(Stored items)
++++++++++

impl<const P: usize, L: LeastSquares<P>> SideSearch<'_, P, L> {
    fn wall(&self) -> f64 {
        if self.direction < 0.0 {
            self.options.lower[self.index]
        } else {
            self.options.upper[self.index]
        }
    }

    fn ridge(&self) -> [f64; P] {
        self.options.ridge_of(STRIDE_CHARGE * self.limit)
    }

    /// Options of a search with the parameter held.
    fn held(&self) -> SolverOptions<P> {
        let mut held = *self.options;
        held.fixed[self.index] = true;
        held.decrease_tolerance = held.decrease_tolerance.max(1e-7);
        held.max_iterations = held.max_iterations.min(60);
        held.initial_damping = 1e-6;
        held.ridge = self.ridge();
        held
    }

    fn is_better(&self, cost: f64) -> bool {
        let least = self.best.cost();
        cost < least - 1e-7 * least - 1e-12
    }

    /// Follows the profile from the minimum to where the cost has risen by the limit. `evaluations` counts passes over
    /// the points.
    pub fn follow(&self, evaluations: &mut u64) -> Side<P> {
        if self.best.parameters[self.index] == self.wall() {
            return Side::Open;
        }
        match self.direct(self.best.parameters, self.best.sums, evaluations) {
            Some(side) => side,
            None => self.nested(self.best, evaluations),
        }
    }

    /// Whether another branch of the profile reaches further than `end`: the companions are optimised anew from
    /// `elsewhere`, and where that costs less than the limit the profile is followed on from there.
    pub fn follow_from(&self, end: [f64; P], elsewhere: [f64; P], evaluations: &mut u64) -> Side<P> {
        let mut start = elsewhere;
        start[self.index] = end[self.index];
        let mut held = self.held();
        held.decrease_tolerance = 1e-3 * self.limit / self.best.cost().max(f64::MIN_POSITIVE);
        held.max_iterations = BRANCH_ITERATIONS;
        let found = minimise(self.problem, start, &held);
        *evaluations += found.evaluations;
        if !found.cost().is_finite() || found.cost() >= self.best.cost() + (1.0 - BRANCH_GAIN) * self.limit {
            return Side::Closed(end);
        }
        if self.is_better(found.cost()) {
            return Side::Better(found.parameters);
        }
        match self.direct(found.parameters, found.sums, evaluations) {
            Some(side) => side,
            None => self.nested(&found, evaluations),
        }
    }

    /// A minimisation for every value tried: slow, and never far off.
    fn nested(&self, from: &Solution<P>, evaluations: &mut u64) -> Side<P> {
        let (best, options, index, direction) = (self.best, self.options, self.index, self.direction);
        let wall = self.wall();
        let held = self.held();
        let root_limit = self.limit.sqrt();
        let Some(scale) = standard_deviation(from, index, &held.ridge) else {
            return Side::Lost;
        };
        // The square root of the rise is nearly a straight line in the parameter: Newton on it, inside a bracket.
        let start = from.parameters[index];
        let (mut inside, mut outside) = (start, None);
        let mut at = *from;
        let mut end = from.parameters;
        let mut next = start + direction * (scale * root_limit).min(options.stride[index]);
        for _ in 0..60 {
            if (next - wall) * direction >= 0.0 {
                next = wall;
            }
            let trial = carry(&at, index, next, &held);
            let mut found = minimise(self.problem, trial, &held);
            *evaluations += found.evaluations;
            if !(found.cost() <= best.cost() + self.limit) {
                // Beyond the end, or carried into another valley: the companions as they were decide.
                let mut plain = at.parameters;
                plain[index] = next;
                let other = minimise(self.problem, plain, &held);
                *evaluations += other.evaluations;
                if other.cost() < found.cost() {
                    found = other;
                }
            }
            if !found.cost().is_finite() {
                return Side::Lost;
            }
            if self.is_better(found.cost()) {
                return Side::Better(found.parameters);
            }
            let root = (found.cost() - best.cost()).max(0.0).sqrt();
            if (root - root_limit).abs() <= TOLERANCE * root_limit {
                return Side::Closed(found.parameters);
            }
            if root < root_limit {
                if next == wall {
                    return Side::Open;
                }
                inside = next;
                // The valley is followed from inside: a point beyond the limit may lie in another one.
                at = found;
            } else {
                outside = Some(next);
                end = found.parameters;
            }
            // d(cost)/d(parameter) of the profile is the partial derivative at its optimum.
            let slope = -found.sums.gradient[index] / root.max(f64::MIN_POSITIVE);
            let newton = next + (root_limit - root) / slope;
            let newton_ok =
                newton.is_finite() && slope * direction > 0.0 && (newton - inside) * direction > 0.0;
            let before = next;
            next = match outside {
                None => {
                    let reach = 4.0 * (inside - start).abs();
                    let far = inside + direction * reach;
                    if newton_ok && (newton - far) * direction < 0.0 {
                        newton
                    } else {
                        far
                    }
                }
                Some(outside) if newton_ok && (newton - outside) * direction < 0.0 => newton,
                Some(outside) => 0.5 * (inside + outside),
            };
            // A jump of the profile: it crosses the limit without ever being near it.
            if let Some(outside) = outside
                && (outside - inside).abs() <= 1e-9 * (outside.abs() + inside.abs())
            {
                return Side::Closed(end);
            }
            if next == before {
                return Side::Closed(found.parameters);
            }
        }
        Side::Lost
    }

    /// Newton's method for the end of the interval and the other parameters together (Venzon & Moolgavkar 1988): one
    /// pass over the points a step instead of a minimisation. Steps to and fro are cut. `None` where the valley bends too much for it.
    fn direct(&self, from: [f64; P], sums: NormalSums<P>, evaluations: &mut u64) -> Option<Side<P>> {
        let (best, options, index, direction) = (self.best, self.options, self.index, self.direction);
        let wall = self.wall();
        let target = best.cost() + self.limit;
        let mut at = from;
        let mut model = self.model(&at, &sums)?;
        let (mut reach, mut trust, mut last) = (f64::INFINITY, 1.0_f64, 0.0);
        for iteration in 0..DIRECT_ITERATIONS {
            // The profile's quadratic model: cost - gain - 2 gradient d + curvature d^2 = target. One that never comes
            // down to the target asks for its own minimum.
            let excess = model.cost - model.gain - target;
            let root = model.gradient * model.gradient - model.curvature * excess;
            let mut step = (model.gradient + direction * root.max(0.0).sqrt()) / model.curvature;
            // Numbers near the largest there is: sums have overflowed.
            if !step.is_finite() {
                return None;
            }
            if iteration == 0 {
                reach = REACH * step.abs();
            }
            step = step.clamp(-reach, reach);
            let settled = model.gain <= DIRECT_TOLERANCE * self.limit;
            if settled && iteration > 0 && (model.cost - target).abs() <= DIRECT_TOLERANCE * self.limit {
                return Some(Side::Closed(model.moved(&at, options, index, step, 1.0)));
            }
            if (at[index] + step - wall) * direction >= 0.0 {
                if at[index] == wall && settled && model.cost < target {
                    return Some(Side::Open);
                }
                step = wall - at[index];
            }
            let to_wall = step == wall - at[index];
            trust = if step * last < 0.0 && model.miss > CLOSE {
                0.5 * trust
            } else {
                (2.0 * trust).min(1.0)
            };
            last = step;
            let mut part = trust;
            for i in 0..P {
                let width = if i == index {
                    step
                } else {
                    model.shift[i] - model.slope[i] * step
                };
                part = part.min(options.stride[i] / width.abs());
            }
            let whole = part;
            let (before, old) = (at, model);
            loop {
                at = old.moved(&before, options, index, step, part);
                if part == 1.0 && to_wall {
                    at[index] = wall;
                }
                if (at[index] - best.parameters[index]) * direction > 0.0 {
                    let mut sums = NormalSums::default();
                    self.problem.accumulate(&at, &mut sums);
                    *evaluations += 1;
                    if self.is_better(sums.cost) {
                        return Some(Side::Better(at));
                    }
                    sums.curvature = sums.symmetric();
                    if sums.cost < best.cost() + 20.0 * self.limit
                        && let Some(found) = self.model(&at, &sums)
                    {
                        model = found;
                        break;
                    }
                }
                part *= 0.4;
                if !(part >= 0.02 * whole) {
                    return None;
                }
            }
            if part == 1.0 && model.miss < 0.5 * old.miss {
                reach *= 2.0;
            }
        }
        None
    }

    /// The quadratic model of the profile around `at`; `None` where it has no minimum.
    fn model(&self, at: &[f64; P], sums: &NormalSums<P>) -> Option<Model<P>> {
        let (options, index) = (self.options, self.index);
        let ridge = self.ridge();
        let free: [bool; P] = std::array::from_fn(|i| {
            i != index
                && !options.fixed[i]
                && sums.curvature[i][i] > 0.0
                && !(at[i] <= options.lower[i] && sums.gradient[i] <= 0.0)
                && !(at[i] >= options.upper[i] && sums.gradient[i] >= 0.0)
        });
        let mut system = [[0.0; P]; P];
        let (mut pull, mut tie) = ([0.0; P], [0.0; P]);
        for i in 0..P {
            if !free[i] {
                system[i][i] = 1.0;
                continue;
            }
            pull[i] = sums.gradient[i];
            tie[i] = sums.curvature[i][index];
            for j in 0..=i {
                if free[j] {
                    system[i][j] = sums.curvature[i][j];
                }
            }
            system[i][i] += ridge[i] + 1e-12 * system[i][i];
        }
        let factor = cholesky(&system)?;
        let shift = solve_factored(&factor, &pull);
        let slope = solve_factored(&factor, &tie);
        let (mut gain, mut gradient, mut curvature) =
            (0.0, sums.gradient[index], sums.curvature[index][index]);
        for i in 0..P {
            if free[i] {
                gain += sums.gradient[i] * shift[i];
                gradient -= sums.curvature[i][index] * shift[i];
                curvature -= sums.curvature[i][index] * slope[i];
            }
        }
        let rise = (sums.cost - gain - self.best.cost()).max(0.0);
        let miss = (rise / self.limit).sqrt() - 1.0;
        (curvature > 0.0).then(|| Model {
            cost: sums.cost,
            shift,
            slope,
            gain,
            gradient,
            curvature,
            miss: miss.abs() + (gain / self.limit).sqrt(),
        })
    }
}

++++++++++

*Task to carry out*
Exactly the lines above from the one with "inside a bracket." to the one with "let mut at = *from;", both included, are to be quoted; leave the rest out.

*Task output*
        // The square root of the rise is nearly a straight line in the parameter: Newton on it, inside a bracket.
        let start = from.parameters[index];
        let (mut inside, mut outside) = (start, None);
        let mut at = *from;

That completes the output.